Required work — Using the entries that follow, state how many lines contain the word "gigabytes". The response is that number and nothing more.

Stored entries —
· · · · ·

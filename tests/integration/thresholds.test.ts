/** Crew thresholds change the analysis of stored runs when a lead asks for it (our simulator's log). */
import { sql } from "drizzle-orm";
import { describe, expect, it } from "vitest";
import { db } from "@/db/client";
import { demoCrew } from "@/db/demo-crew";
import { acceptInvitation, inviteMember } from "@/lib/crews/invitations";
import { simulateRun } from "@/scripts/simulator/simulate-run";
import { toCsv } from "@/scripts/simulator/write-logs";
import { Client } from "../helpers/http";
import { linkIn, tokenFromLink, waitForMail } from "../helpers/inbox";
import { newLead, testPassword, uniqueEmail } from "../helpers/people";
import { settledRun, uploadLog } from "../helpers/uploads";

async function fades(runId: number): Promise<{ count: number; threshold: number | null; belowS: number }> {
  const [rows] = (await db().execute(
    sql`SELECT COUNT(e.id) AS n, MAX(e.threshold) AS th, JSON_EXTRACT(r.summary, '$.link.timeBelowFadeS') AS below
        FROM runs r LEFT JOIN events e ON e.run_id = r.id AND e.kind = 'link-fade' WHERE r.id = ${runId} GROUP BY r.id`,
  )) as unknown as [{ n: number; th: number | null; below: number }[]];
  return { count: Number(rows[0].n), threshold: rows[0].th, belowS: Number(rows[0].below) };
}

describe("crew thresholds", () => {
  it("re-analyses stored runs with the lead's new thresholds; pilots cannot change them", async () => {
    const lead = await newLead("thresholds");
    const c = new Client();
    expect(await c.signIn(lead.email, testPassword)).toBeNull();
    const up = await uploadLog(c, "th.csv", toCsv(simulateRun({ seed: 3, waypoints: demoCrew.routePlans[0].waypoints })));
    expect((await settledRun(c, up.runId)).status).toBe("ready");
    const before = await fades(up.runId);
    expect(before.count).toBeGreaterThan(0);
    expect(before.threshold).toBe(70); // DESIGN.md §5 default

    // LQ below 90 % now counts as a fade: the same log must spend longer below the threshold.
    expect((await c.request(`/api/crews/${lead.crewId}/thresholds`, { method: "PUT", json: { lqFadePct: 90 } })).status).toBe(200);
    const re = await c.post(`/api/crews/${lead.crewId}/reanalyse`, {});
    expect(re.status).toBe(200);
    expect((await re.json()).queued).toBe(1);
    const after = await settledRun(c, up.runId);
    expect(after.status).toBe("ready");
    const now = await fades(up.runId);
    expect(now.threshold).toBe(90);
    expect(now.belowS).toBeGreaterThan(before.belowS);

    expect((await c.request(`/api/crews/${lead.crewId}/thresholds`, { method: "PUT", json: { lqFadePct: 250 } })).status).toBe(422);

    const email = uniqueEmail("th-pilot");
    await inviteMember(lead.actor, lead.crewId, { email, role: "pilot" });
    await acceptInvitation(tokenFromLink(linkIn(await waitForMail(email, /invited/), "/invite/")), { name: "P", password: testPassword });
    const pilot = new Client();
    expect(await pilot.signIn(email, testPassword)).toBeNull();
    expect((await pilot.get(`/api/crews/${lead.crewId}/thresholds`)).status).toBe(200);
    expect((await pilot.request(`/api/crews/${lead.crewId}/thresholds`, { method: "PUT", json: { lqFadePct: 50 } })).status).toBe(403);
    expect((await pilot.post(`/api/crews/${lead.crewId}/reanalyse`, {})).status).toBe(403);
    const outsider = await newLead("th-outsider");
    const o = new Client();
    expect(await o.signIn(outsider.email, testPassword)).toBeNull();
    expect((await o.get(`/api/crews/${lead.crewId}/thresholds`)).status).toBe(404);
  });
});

· · · · ·

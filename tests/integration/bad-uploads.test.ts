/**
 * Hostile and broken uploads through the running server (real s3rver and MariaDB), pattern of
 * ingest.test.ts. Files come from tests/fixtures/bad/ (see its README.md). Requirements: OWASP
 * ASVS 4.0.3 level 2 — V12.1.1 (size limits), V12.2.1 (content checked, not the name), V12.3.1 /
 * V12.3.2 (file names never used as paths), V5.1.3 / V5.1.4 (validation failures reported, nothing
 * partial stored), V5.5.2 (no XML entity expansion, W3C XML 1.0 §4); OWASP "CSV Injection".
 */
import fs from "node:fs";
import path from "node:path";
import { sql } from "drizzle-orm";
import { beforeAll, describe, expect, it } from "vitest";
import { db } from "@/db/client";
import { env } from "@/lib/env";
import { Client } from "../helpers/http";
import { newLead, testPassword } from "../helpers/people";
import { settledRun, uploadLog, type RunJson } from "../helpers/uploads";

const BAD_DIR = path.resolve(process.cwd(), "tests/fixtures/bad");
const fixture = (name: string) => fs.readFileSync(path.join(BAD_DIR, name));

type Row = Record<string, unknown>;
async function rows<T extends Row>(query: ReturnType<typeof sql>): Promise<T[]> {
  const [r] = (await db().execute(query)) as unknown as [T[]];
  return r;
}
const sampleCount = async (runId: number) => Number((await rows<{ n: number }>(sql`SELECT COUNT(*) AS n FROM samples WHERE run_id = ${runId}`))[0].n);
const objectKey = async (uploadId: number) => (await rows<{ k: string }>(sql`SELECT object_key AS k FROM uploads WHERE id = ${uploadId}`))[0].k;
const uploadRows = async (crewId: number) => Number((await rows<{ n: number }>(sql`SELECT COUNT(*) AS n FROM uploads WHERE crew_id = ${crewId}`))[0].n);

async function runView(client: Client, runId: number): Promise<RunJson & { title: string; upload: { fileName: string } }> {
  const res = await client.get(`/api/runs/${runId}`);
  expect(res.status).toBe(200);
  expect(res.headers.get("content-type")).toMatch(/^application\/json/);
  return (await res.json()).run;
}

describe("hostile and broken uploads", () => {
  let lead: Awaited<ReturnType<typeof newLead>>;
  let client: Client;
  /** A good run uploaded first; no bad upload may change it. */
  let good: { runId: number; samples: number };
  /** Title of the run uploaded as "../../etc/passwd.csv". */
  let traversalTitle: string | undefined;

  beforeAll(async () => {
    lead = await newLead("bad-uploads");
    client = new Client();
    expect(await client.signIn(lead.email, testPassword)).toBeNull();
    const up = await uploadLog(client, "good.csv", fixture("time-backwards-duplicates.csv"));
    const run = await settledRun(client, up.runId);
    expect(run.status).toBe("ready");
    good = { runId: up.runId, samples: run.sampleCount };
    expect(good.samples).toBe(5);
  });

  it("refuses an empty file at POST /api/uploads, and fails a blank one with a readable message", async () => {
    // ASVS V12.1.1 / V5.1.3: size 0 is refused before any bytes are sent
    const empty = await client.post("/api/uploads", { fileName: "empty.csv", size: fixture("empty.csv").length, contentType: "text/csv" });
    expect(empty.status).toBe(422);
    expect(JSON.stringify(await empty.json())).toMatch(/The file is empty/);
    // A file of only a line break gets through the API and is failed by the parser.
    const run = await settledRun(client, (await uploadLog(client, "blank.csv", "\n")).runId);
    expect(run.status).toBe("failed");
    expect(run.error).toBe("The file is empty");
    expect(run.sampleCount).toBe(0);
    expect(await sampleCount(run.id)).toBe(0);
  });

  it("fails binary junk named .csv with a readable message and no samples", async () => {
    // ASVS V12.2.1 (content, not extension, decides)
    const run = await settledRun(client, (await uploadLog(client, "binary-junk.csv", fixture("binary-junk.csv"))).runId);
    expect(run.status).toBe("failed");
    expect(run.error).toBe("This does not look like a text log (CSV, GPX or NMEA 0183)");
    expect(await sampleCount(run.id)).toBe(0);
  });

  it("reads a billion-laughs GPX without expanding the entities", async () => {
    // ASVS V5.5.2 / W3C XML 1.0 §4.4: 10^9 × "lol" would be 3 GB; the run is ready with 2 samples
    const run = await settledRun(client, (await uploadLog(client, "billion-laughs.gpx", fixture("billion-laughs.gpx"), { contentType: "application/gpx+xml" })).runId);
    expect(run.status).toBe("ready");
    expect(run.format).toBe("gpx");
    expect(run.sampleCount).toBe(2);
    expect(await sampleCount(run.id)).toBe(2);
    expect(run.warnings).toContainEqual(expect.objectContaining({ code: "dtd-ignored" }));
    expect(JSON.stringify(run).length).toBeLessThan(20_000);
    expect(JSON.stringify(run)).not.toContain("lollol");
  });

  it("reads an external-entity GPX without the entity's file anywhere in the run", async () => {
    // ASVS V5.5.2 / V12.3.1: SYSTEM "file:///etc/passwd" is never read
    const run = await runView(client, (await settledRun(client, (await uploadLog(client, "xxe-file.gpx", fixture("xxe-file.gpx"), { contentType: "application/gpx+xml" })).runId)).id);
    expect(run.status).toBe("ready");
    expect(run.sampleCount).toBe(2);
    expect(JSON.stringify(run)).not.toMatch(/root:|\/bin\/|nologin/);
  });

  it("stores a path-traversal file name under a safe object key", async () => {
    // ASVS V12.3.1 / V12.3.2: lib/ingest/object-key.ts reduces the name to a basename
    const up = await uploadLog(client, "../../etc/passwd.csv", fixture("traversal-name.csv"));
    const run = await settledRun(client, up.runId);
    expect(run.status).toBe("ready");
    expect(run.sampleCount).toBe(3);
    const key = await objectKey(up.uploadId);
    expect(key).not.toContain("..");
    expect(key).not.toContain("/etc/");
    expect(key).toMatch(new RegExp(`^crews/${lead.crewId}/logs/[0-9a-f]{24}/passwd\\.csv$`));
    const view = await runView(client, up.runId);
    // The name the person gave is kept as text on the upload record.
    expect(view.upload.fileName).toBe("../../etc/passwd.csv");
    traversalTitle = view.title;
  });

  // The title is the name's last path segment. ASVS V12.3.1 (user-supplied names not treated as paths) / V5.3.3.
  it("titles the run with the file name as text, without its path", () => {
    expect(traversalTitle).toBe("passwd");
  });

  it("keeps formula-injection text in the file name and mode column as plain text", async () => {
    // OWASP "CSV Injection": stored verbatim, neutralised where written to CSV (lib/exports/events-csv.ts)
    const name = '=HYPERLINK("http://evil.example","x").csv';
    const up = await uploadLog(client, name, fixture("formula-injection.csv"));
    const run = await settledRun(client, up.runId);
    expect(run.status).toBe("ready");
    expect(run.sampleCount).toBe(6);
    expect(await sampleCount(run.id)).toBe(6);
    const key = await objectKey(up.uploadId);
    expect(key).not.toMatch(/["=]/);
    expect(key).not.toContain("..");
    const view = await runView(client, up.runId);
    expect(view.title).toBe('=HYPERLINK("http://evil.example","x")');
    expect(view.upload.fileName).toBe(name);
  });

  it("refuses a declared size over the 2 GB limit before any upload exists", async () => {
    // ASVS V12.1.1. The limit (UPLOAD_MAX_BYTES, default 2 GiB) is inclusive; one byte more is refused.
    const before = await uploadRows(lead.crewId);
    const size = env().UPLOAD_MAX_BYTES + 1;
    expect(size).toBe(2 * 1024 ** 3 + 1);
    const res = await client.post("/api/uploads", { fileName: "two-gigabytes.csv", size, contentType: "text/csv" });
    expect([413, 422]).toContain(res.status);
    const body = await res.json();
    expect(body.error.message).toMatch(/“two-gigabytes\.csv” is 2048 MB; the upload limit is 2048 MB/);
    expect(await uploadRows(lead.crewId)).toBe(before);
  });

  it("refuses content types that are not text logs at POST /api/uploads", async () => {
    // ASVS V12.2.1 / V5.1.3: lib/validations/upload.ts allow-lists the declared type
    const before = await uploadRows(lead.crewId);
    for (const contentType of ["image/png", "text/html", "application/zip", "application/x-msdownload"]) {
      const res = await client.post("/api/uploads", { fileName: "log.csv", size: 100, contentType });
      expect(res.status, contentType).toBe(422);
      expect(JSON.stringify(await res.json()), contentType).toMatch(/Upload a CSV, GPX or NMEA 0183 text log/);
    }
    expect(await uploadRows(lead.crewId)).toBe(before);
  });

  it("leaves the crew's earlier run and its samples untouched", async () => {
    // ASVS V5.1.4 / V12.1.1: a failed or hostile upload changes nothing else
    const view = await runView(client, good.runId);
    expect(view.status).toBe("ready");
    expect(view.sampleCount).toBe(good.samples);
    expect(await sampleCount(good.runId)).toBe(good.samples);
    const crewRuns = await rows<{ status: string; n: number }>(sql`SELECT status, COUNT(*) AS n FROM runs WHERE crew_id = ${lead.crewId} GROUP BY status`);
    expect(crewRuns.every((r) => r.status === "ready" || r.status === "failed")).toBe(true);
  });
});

· · · · ·

Output below — 2